Cate Blanchett e o "buraco em que se meteu"
Quero começar com uma pequena história, que, reconheço, tem a sua própria moral, se virmos bem, e não é nenhum segredo guardado a sete-chaves, mas algo público, simples e de domínio comum. Cá vai: Michael Caine participou em “Jaws IV: The Revenge”, um facto inegável e, possivelmente, uma das maiores nódoas na sua longa carreira enquanto ator, no entanto, o britânico tem sempre uma resposta pronta quando é confrontado com a perplexidade da sua presença nessa sequela desnecessária ("Mas chegaste a vê-lo?") - "Não o vi, mas vi a casa que comprou para a minha mãe, e é maravilhosa!".
A moral, meus amigos, é que nem tudo se resume a prestígio, e numa sociedade ultra-capitalista como a nossa, e considerando que a indústria, antes de mais, uma indústria, ganhar dinheiro não deve ser visto como a mais pejorativa das ambições artísticas. Caine participou naquele “execrável” filme, mas não o condenamos por isso. Portanto, e seguindo o mesmo parâmetro, devemos respeitar Cate Blanchett no meio desta “palhaçada”? Tendo em conta o seu sorriso algo ácido, indicando a probabilidade de se ter divertido com tudo isto, a resposta é … sim!
“Borderlands” é a adaptação de um videojogo com o mesmo título [lançado em 2009], e paralelamente um filme de Eli Roth. Dependendo da perspetiva, o filme parece fracassar em ambos os lados, disto não vos posso mentir. Em primeiro lugar, e não querendo demonizar o ato de conversão do universo de videojogos para o aparato cinematográfico, é a persistência da Sétima Arte enquanto acessório, o filme não tem vida própria, emancipação como podemos salivar, para se erguer como uma produção fechada.
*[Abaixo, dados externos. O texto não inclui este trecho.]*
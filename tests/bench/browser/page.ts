import { simulateScan } from '@/lib/inversion/index';
import { startInversionPool } from '@/workers/client';
import { fractionInput } from '../../inversion/support/scans';

const TRUTH = { edgeDepthNm: 78, edgeWidthNm: 16, levelTop: 0.74, levelBulk: 0.32 };
const RESAMPLES = 2000;

/** One run of the product's own pool, as the desk makes it; times in ms from the call. */
export interface TimedRun {
  workers: number;
  /** Fit, intervals, checks and preview bands are there. */
  firstMs: number;
  /** All resampled fits are there. */
  resampledMs: number;
  /** Bands and checks are there. */
  doneMs: number;
}

const template = fractionInput({}, 0.005);
const pool = startInversionPool();

async function timedRun(seed: number): Promise<TimedRun> {
  const input = { ...template, points: simulateScan({ input: template, values: TRUTH, seed }) };
  let firstMs = 0;
  let resampledMs = 0;
  const run = pool.run(
    { input, seed, resamples: RESAMPLES },
    {
      onFirst: (_, elapsedMs) => (firstMs = elapsedMs),
      onProgress: ({ done, elapsedMs }) => {
        if (done === RESAMPLES) resampledMs = elapsedMs;
      },
    },
  );
  const end = await run.end;
  if (end.status !== 'done') throw new Error(`The run ended as ${end.status}.`);
  return { workers: pool.size, firstMs, resampledMs, doneMs: end.elapsedMs };
}

Object.assign(window, { timedRun });
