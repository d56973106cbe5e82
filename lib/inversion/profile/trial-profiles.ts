import type { ProfileKind } from '../types';
import { gradedEdge } from './graded-edge';
import { sharpEdge } from './sharp-edge';
import type { TrialProfile } from './trial-profile';

export const TRIAL_PROFILES: Readonly<Record<ProfileKind, TrialProfile>> = {
  sharp: sharpEdge,
  graded: gradedEdge,
};
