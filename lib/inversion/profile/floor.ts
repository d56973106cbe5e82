import { foldAt } from '../fit/evaluate';
import type { PreparedFit } from '../fit/prepared-fit';
import { thetaOf } from '../fit/theta-of';
import { RESPONSES } from '../response/responses';
import type { ParameterValues } from '../types';
import { carriersAt } from './profile-value';

/**
 * Smallest uniform change of the profile value on its poor side that moves at least one enabled point by its σ:
 * min_i of valueOfChange(σ_i/C_i) with C_i the share of the stops of point i on the poor side of the edge. A side can hold
 * fewer carriers than this and the scan would not show it. Null where no stop lies on that side or the levels are equal.
 */
export function floorOf(prepared: PreparedFit, values: ParameterValues): number | null {
  const { input, problem } = prepared;
  // Accumulated bent bands hold more than the bulk everywhere: there is no poor side.
  if (input.profile === 'band-bending' && input.polarity === 'accumulation') return null;
  const { model, work } = problem;
  foldAt(model, work, thetaOf(prepared, values));
  let smallest = Infinity;
  for (let row = 0; row < model.rowCount; row++) {
    const populated = work.fold.share[row]!;
    const poor =
      input.polarity === 'depletion'
        ? 1 - populated - (model.capNm > 0 ? work.capShare[row]! : 0)
        : populated;
    const inverse = model.whitener.inverseSigma[row]!;
    if (poor > 1e-12 && inverse > 0) smallest = Math.min(smallest, 1 / (inverse * poor));
  }
  const floor = RESPONSES[input.response.kind].valueOfChange(
    smallest,
    values.levelBulk! - values.levelTop!,
    { ...input, carriers: carriersAt(input, values) },
  );
  return Number.isFinite(floor) ? floor : null;
}
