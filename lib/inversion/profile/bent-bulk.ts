import { BOLTZMANN_EV_PER_K } from '../electrostatics/constants';
import { debyeLengthNm } from '../electrostatics/debye-length';
import { InversionError } from '../errors';
import { isNumber, isPositive } from '../fit/number-range';
import type { FitInput, SemiconductorBulk } from '../types';

/** Widest gap of the materials in use is 3.3 eV; no band bends further. */
const LARGEST_BENDING_EV = 3.5;
/** Past strong inversion the depth hardly grows any more while exponentials overflow. */
const PAST_INVERSION = 250;
/** The bulk is searched over this factor both ways without a prior, over so many of its σ with one. */
export const BULK_FACTOR = 100;
const BULK_SIGMAS = 6;

/** φ_F/kT of the majority concentration; ∞ without minority carriers. n_i of a cold wide gap is too small to divide by. */
export function fermiOf(bulkPerCm3: number, { intrinsicPerCm3 }: SemiconductorBulk): number {
  return intrinsicPerCm3 === null ? Infinity : Math.log(bulkPerCm3) - Math.log(intrinsicPerCm3);
}

export function largestBulkOf({ parameters }: FitInput, given: number): number {
  const setting = parameters.bulkPerCm3;
  if (!setting || setting.held) return given;
  const { prior } = setting;
  return Math.min(given * BULK_FACTOR, prior ? prior.mean + BULK_SIGMAS * prior.sigma : Infinity);
}

/**
 * v_s at which the edge leaves the scan: in depletion v = (depth/L_D)²/2 below the point where the bands are flat, and a saturating
 * fraction sees its edge where e^(−v) has fallen to 1/K.
 */
export function largestDepletion(
  deepestInLengths: number,
  { response }: FitInput,
  bulkPerCm3: number,
  bulk: SemiconductorBulk,
): number {
  const seen =
    response.kind === 'saturating-fraction' ? Math.log1p(bulkPerCm3 / response.halfPerCm3) : 0;
  const leaving = (Math.sqrt(seen) + deepestInLengths / Math.SQRT2) ** 2 + 1;
  const kT = BOLTZMANN_EV_PER_K * bulk.temperatureK;
  const inverted = PAST_INVERSION + 2 * fermiOf(bulkPerCm3, bulk);
  return Math.min(Math.max(5, leaving), LARGEST_BENDING_EV / kT, inverted);
}

export function bulkOf({ semiconductor, polarity, response }: FitInput): SemiconductorBulk {
  if (!semiconductor) {
    throw new InversionError(
      'no-semiconductor',
      'Band bending needs the semiconductor: its permittivity, temperature and intrinsic concentration.',
    );
  }
  if (polarity === 'accumulation' && response.kind === 'two-level') {
    throw new InversionError(
      'wrong-response',
      'An accumulated surface holds more carriers than the bulk, which a two-level fraction cannot show; use the saturating fraction.',
    );
  }
  for (const [value, name] of [
    [semiconductor.relativePermittivity, 'relative permittivity'],
    [semiconductor.temperatureK, 'temperature (K)'],
  ] as const) {
    if (!isPositive(value))
      throw new InversionError('bad-semiconductor', `The ${name} cannot be ${value}.`);
  }
  const { intrinsicPerCm3 } = semiconductor;
  if (intrinsicPerCm3 !== null && !(intrinsicPerCm3 > 0 && isNumber(intrinsicPerCm3))) {
    throw new InversionError(
      'bad-semiconductor',
      `The intrinsic concentration (cm⁻³) cannot be ${intrinsicPerCm3}.`,
    );
  }
  return semiconductor;
}

export function givenBulk({ parameters, carriers }: FitInput): number {
  const setting = parameters.bulkPerCm3;
  const given = setting?.prior?.mean ?? setting?.value ?? carriers.bulkPerCm3;
  if (given !== null && given !== undefined && isPositive(given)) return given;
  throw new InversionError(
    'no-bulk-concentration',
    'Band bending needs the carrier concentration of the bulk, a positive number of cm⁻³.',
  );
}

/** Factor between neighbouring bulk concentrations of the search: one σ of the prior, or 1.6 without one. */
export function spreadOf({ parameters }: FitInput): number {
  const prior = parameters.bulkPerCm3?.prior;
  return prior ? 1 + Math.min(1, prior.sigma / prior.mean) : 1.6;
}

export function debyeOf(
  bulkPerCm3: number,
  { relativePermittivity, temperatureK }: SemiconductorBulk,
): number {
  const exact = (value: number) => ({ value, sigma: 0 });
  return debyeLengthNm({
    bulkPerCm3: exact(bulkPerCm3),
    relativePermittivity: exact(relativePermittivity),
    temperatureK: exact(temperatureK),
  }).value;
}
Há nela uma fidelidade estética (as cores contrastadas com ambiências apocalípticas), preenchida com easter eggs para adeptos favorecerem a sua experiência. Logo, se não vive enquanto cinema … vocês já sabem o resto da ‘cantiga’.
Quanto a Eli Roth, como muitos outros artesãos desta indústria têm demonstrado (sim, estou a olhar para ti, Guy Ritchie...), orçamentos amplamente expandidos são um verdadeiro cancro, estrangulam a criatividade e mergulham o filme numa lista de encargos. “Borderlands” demonstra isso em todo o seu percurso: um entretenimento automatizado, sem personalidade, um produto gerado por via algorítmica. Não vale a pena aclamar o artigo da “Série B” como forma de redenção; com os montantes investidos, é tudo menos uma produção secundária, sem capacidade de se assumir no desenrasque lúdico.
Dadas estas inclinações, não podemos condenar Cate Blanchett se a sua participação num projeto como este for puramente financeira. Afinal, ninguém é de ferro.